IL-6 modulation for COVID-19: the right patients at the right time?

Abstract

The ongoing pandemic caused by the novel coronavirus SARS-CoV-2 has disrupted the global economy and strained healthcare systems to their limits. After the virus first emerged in late 2019, the first intervention that demonstrated significant reductions in mortality for severe COVID-19 in large-scale trials was corticosteroids. Additional options that may reduce the burden on the healthcare system by reducing the number of patients requiring intensive care unit support are desperately needed, yet no therapy has conclusively established benefit in randomized studies for the management of moderate or mild cases of disease. Severe COVID-19 disease is characterized by a respiratory distress syndrome accompanied by elevated levels of several systemic cytokines, in a profile that shares several features with known inflammatory pathologies such as hemophagocytic lymphohistiocytosis and cytokine release syndrome secondary to chimeric antigen receptor (CAR) T cell therapy. Based on these observations, modulation of inflammatory cytokines, particularly interleukin (IL)-6, was proposed as a strategy to mitigate severe disease. Despite encouraging recoveries with anti-IL-6 agents, especially tocilizumab from single-arm studies, early randomized trials returned mixed results in terms of clinical benefit with these interventions. Later, larger trials such as RECOVERY and REMAP-CAP, however, are establishing anti-IL-6 in combination with steroids as a potential option for hypoxic patients with evidence of hyperinflammation. We propose that a positive feedback loop primarily mediated by macrophages and monocytes initiates the inflammatory cascade in severe COVID-19, and thus optimal benefit with anti-IL-6 therapies may require intervention during a finite window of opportunity at the outset of hyperinflammation but before fulminant disease causes irreversible tissue damage-as defined clinically by C reactive protein levels higher than 75 mg/L.

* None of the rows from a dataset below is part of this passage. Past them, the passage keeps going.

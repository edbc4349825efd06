"""The work order: one immutable value that the exporters (spreadsheet, PDF, batch summary) only read.

Inside the work order every amount is a float in a fixed unit named in the field (``_g_mm``, ``_g``,
``_mm``, ``_deg``), converted once when the order is built; the properties without the suffix give pint
quantities. Angles are degrees in [0, 360) from the job's angle reference, counted in the job's sense
(``angle_sense``), which every exporter prints beside each angle.

An unbalance is the heavy spot. An operation says ``add`` (mass placed at its angle) or ``remove`` (mass
taken away at its angle); its effect on the rotor's unbalance is ``+U`` at the angle for ``add`` and ``-U``
(that is, ``+U`` at angle + 180°) for ``remove``.
"""

from __future__ import annotations

import cmath
import math
import copy
import functools
from dataclasses import dataclass, field, fields

from toolkit.errors import BadInput
from toolkit.vectors import polar
from toolkit.formatting import Formatter, unit_labels  # noqa: F401 - the one formatter, used through here

__all__ = [
    "Identification", "Tolerance", "Operation", "PlaneOrder", "Setting", "WorkOrder", "FieldRun", "Coefficient",
    "SensorCheck", "FieldRecord",
    "vector", "polar", "effect", "Formatter", "unit_labels",
]

ACTIONS = ("add", "remove")
KINDS = ("hole", "plate", "washers", "mass")


def vector(amount: float, angle_deg: float) -> complex:
    """The complex number ``amount * exp(i * angle)`` (angle in degrees).

    >>> abs(vector(2.0, 90.0) - 2j) < 1e-12
    True
    """
    return amount * cmath.exp(1j * math.radians(angle_deg))


def effect(action: str, amount_g_mm: float, angle_deg: float) -> complex:
    """The change of the rotor's unbalance caused by adding or removing ``amount_g_mm`` at ``angle_deg``.

    Adding mass puts unbalance at its angle; removing it takes unbalance away there (the same as adding at
    angle + 180°).  [D, docs/methods.md §2, helpers]

    >>> polar(effect("remove", 50.0, 30.0))
    (50.0..., 210.0...)
    """
    if action == "add":
        return vector(amount_g_mm, angle_deg)
    if action == "remove":
        return -vector(amount_g_mm, angle_deg)
    raise BadInput.about("action", f"{action!r} is not allowed; use 'add' or 'remove'")


def _q(value: float, unit: str):
    from toolkit.units import Q_

    return Q_(value, unit)


@dataclass(frozen=True)
class Identification:
    """Who and what the order is for. Free text, printed as given, never evaluated."""

    number: str
    rotor: str
    customer: str = ""
    drawing: str = ""
    serial: str = ""
    date: str = ""
    notes: str = ""
    #: SHA-256 (hex) of the job text the order was built from ("" when built from data without a text)
    input_sha256: str = ""


@dataclass(frozen=True)
class Tolerance:
    """The permissible residual unbalance of one correction plane and where it comes from."""

    u_per_g_mm: float
    method: str
    source: str

    @property
    def u_per(self):
        """The allowance as a pint quantity [unbalance]."""
        return _q(self.u_per_g_mm, "g*mm")


@dataclass(frozen=True)
class Operation:
    """One numbered step of the work order.

    ``kind`` is ``hole``, ``plate``, ``washers`` or ``mass``; ``action`` is ``add`` or ``remove``;
    ``description`` says in words what to do (for example ``"drill 2 holes Ø10.0 mm, 12.3 mm deep to full
    diameter"``); ``mass_g`` is the mass added or removed; ``unbalance_g_mm`` what the operation achieves at
    ``angle_deg``. ``details`` are extra (label, text) pairs for the shop floor.
    """

    number: int
    plane: str
    kind: str
    action: str
    description: str
    angle_deg: float
    mass_g: float
    unbalance_g_mm: float
    radius_mm: float
    details: tuple[tuple[str, str], ...] = ()

    def __post_init__(self):
        if self.action not in ACTIONS:
            raise BadInput(f"operation {self.number}: action {self.action!r} is not allowed; use add or remove")
        if self.kind not in KINDS:
            raise BadInput(f"operation {self.number}: kind {self.kind!r} is not allowed; use {', '.join(KINDS)}")
        if not 0.0 <= self.angle_deg < 360.0:
            raise BadInput(f"operation {self.number}: angle {self.angle_deg!r} must lie in [0, 360)")

    @property
    def mass(self):
        return _q(self.mass_g, "g")

    @property
    def effect(self) -> complex:
        """The change this operation makes to the plane's unbalance, g·mm as a complex vector."""
        return effect(self.action, self.unbalance_g_mm, self.angle_deg)


@dataclass(frozen=True)
class PlaneOrder:
    """Everything the work order says about one correction plane."""

    name: str
    position_mm: float
    radius_mm: float
    surface: str
    method: str
    tolerance: Tolerance
    initial_g_mm: float
    initial_deg: float
    correction_action: str
    correction_g_mm: float
    correction_deg: float
    operations: tuple[Operation, ...]
    predicted_g_mm: float
    predicted_deg: float
    notes: tuple[str, ...] = ()
    limit_g_mm: float | None = None
    #: The acceptance rule of the check run, in words (the rule that decided ``limit_g_mm``).
    rule: str = ""
    #: The share of the key mismatch in this plane (heavy spot, in service), None without key geometry. The
    #: correction covers it: ``correction`` and ``predicted`` include it, ``initial`` is as measured.
    key_g_mm: float | None = None
    key_deg: float | None = None

    @property
    def limit(self) -> float:
        """The acceptance limit in g·mm: the allowance, less the measurement error allowance if one was
        given (``limit_g_mm``)."""
        return self.tolerance.u_per_g_mm if self.limit_g_mm is None else self.limit_g_mm

    @property
    def passed(self) -> bool:
        """The predicted residual is within the acceptance limit."""
        return self.predicted_g_mm <= self.limit * (1 + 1e-9)

    @property
    def initial(self):
        return _q(self.initial_g_mm, "g*mm")

    @property
    def predicted(self):
        return _q(self.predicted_g_mm, "g*mm")


@dataclass(frozen=True)
class Setting:
    """A value the order used where docs/methods.md marks it [M] or [CP]: what, the value, its mark, whether the
    job gave it (``given``) or the default was used, and how to override it."""

    name: str
    value: str
    mark: str
    given: bool
    how: str


@dataclass(frozen=True)
class FieldRun:
    """One trial-mass run as measured: its name, the trial masses on the rotor during it (plane, mass [g],
    angle [deg] in the order's angle sense) and one reading per sensor (amount in the reading unit, phase
    [deg] in the instrument's own sense, as written in the job)."""

    name: str
    trials: tuple[tuple[str, float, float], ...]
    readings: tuple[tuple[float, float], ...]


@dataclass(frozen=True)
class Coefficient:
    """One influence coefficient: the reading at ``sensor`` caused by 1 g at 0° in ``plane`` (``amount`` in
    ``unit``, e.g. "um per g", at ``angle_deg`` in the solver's weight-angle frame)."""

    sensor: str
    plane: str
    amount: float
    angle_deg: float
    unit: str


@dataclass(frozen=True)
class SensorCheck:
    """What the check run should read at one sensor: the vibration predicted after this order's operations
    (``amount`` at ``angle_deg``, instrument phase sense) beside the original reading (``original``)."""

    sensor: str
    amount: float
    angle_deg: float
    original: float


@dataclass(frozen=True)
class FieldRecord:
    """A field job recorded in full: the runs, the influence coefficients, the condition number and the
    solver's warnings, which trial masses are on the rotor after the last run and whether they come off,
    and the check run's predicted vibration per sensor."""

    reading_unit: str
    phase: str
    sensors: tuple[str, ...]
    runs: tuple[FieldRun, ...]
    coefficients: tuple[Coefficient, ...]
    condition_number: float
    warnings: tuple[str, ...]
    trials_left_on: bool
    trials_on: tuple[tuple[str, float, float], ...]
    check: tuple[SensorCheck, ...]

    # The words every exporter prints (one wording, so that the PDF and the spreadsheet agree).

    def reading(self, amount: float, angle_deg: float) -> str:
        """A vibration reading with its unit and phase sense, e.g. ``17.50 um at 253.7° (lag)``."""
        return f"{Formatter.number(amount, 4)} {self.unit} at {angle_deg:.1f}° ({self.phase})"

    @property
    def unit(self) -> str:
        """The reading unit as printed (``um`` as ``µm``)."""
        from toolkit.units import METRIC

        return METRIC.symbol(self.reading_unit)

    def run_rows(self, fmt) -> list[list[str]]:
        """[run, trial masses, readings per sensor] for each run."""
        rows = []
        for run in self.runs:
            trials = "; ".join(f"{plane}: {fmt.mass(g)} at {fmt.where(a)}" for plane, g, a in run.trials) or "none"
            readings = "; ".join(f"{s}: {self.reading(amount, a)}"
                                 for s, (amount, a) in zip(self.sensors, run.readings))
            rows.append([run.name, trials, readings])
        return rows

    def coefficient_rows(self) -> list[list[str]]:
        """[sensor, plane, coefficient] with its unit: the reading caused by 1 g at 0° in the plane."""
        return [[c.sensor, c.plane, f"{Formatter.number(c.amount, 4)} {self.unit} per g at {c.angle_deg:.1f}° "
                 f"({self.phase})"]
                for c in self.coefficients]

    def conditioning(self) -> str:
        """The condition number in words."""
        return (f"Condition number of the coefficient matrix: {self.condition_number:.3g} (1 is ideal; large values "
                f"mean the planes fight each other and small reading errors move the corrections a lot).")

    def trial_steps(self, fmt) -> list[str]:
        """The trial-mass step before the operations: what comes off (or stays on), one line per mass."""
        if not self.trials_on:
            return []
        if self.trials_left_on:
            return [f"Leave the trial mass on plane {plane} ({fmt.mass(g)} at {fmt.where(a)}): the corrections "
                    f"count it" for plane, g, a in self.trials_on]
        return [f"Remove the trial mass from plane {plane}: {fmt.mass(g)} at {fmt.where(a)}"
                for plane, g, a in self.trials_on]

    def check_rows(self) -> list[list[str]]:
        """[sensor, original reading, predicted after the operations] for the check run."""
        return [[c.sensor, f"{Formatter.number(c.original, 4)} {self.unit}",
                 self.reading(c.amount, c.angle_deg)] for c in self.check]
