def job_detail(reg: Register, number: str, conn=None) -> dict:
    """Everything recorded about one job."""
    from sqlalchemy import select

    from toolkit.register.schema import (check_runs, job_files, job_status, operation_marks, rotor_types, signoffs,
                                         trim_runs, type_versions)

    def get(c):
        job = _job_row(c, number)
        jid = job["id"]

        def rows(table, order):
            return [dict(r) for r in c.execute(select(table).where(table.c.job_id == jid).order_by(order))
                    .mappings()]

        type_row = None
        if job["type_version_id"] is not None:
            type_row = c.execute(select(rotor_types.c.name, type_versions.c.version)
                                 .join(rotor_types, rotor_types.c.id == type_versions.c.type_id)
                                 .where(type_versions.c.id == job["type_version_id"])).first()
        strip = lambda items: [{k: v for k, v in item.items() if k not in ("id", "job_id")} for item in items]  # noqa: E731
        checks = strip(rows(check_runs, check_runs.c.id))
        for item in checks:
            item["passed"] = None if item["passed"] is None else bool(item["passed"])
        return {
            "order_number": job["order_number"], "serial": job["serial"], "customer": job["customer"],
            "status": job["status"], "created": job["created"], "created_by": job["created_by"],
            "type": type_row[0] if type_row else None, "type_version": type_row[1] if type_row else None,
            "job_sha256": job["job_sha256"], "job_text": job["job_text"],
            "predicted_pass": bool(job["predicted_pass"]), "order_data": json.loads(job["order_data"]),
            "workorder": json.loads(job["workorder"]),
            "status_history": strip(rows(job_status, job_status.c.id)),
            "check_runs": checks,
            "operation_marks": strip(rows(operation_marks, operation_marks.c.id)),
            "signoffs": strip(rows(signoffs, signoffs.c.id)),
            "files": strip(rows(job_files, job_files.c.id)),
            "trims": [{**t, "data": json.loads(t["data"])} for t in strip(rows(trim_runs, trim_runs.c.id))],
        }

    if conn is not None:
        return get(conn)
    with reg.read() as c:
        return get(c)
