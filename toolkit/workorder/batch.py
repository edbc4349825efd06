"""Planner batches: one rotor per row of a sheet (.xlsx or .csv) to a work order per rotor, a combined PDF
and a summary workbook.

The sheet has one header row; the column names are below (case and surrounding spaces do not matter;
unknown columns are refused so that a typing error cannot silently drop a value). Empty cells are left
out, so the job defaults apply. Each row is validated like a job file, and its problems name the column.

==================  =======================================================================
column              meaning (the job-file key it fills)
==================  =======================================================================
order               order number (required; also the PDF file name, made safe)
rotor               what the rotor is (required)
customer, drawing,  identification, free text
serial, date, notes
mass                rotor mass with unit, e.g. ``412 kg``
service_speed       maximum service speed, e.g. ``1480 rpm``
balancing_speed     optional
grade               e.g. ``G 6.3``
criterion           ``iso`` (default), ``api``, ``mil-std-167``
material            e.g. ``carbon steel``
bearing_span        e.g. ``1200 mm``
centre_of_mass      from bearing A, e.g. ``540 mm``
one_plane_rule      one plane: ``whole`` (default, ISO 21940-11) or ``statics``
static_share        two planes of a narrow or overhung rotor: the static part's fraction, e.g. ``0.5``
rotor_length        one plane: the rotor body's axial length, to check that one plane suffices
key_convention      ``half-key`` (ISO 21940-32), ``full-key`` or ``no-key`` (the job's ``[key] convention``)
keyway_fill         what sits in the keyway while balancing: ``key``, ``half-key`` or ``nothing``
key_marking         the component's stamp (default by convention)
reference, sense    angle reference mark; ``against rotation`` or ``with rotation``
shows               what the machine's angle shows: ``heavy spot`` (default) or ``add``
units               ``metric`` or ``imperial``
drills, plate_stock the shop's tables (as in the job file; paths relative to the sheet)
planeN_name         N = 1 or 2: the plane's name (leave plane 2 empty for a one-plane rotor)
planeN_position     from bearing A, e.g. ``150 mm``
planeN_radius       correction radius
planeN_surface      ``outer``, ``inner`` or ``face``
planeN_methods      allowed methods in order, separated by ``;``: ``drill;plate``
planeN_reading      the balancing machine's reading, ``AMOUNT@ANGLE`` (``1820 g*mm@40`` or ``5.9 g@40``)
planeN_width, planeN_wall, planeN_max_depth, planeN_max_length, planeN_washer_size,
planeN_plate_shape, planeN_hole_orientation, planeN_fixed_positions (angles separated by ``;``)
job                 optional: a job file (path relative to the sheet) used as the base for this row;
                    the row's non-empty cells replace its values (use it for trial-run jobs)
==================  =======================================================================

Outputs in the output folder: ``<order>.pdf`` per rotor, ``<sheet>-orders.pdf`` (every work order in one
document, each with its own page numbers) and ``<sheet>-summary.xlsx`` (one row per rotor: allowances,
corrections, predicted residuals, status, file or reason). A bad row is reported with its row number and
reason and the other rows go on.

Scale: the sheet is streamed (openpyxl read-only mode, or the csv reader), the summary is written in
openpyxl's write-only mode, and each order's pages are finished as soon as it is drawn, so memory grows
with the combined PDF only.
"""

from __future__ import annotations

import csv
import time
from dataclasses import dataclass, field
from pathlib import Path

from toolkit.errors import BadInput, CounterpoiseError

__all__ = ["COLUMNS", "PLANE_COLUMNS", "BatchResult", "run_batch", "read_rows", "row_job"]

Keywords: COVID-19; cytokines.

Figure 1

(A) Monocytic and macrophage contribution to SARS-CoV-2 hyperinflammation. SARS-CoV-2 directly infects pulmonary pneumocytes, causing cell death and the release of danger-associated molecular patterns, activating macrophages. Viral spike protein also triggers release of inflammatory cytokines, including interleukin (IL)-1β, IL-6, granulocyte-macrophage colony-stimulating factor (GM-CSF) and macrophage inflammatory protine (MIP)-1 by alveolar-resident macrophages, promoting monocytic infiltration. Additionally, internalization of ACE2 on viral entry leads to increased angiotensin II, facilitating reactive oxygen species production, tissue damage, and an NF-κB-driven inflammatory gene expression program that includes production of chemokines, cytokines, and IL-6. (B) Contribution of IL-6 signaling to COVID-19 inflammatory cascade. Trimeric complex formation with IL-6, IL-6R and gp130 leads to dimerization and autophosphorylation of JAK1. Phosphorylated JAK1 triggers STAT3 phosphorylation and translocation to the nucleus, initiating acute-phase protein production, including chemokines, cytokines and IL-6. Phospho-JAK1 may also contribute to acute-phase transcription through an extracellular signal-regulated kinase (ERK)-dependent pathway that relies on SHP2 and Ras. Notably, IL-6 also induces expression of SOCS1 and SOC3, which negatively regulate JAK/STAT signaling. The classical signaling pathway is largely restricted to the lymphocyte compartment, where it contributes to adaptive immunity, whereas trans signaling may occur in any tissue type and is generally pro-inflammatory. Interventions that may alleviate inflammatory IL-6 signaling (ie, tocilizumab or tyrosine kinase inhibitors) are shown.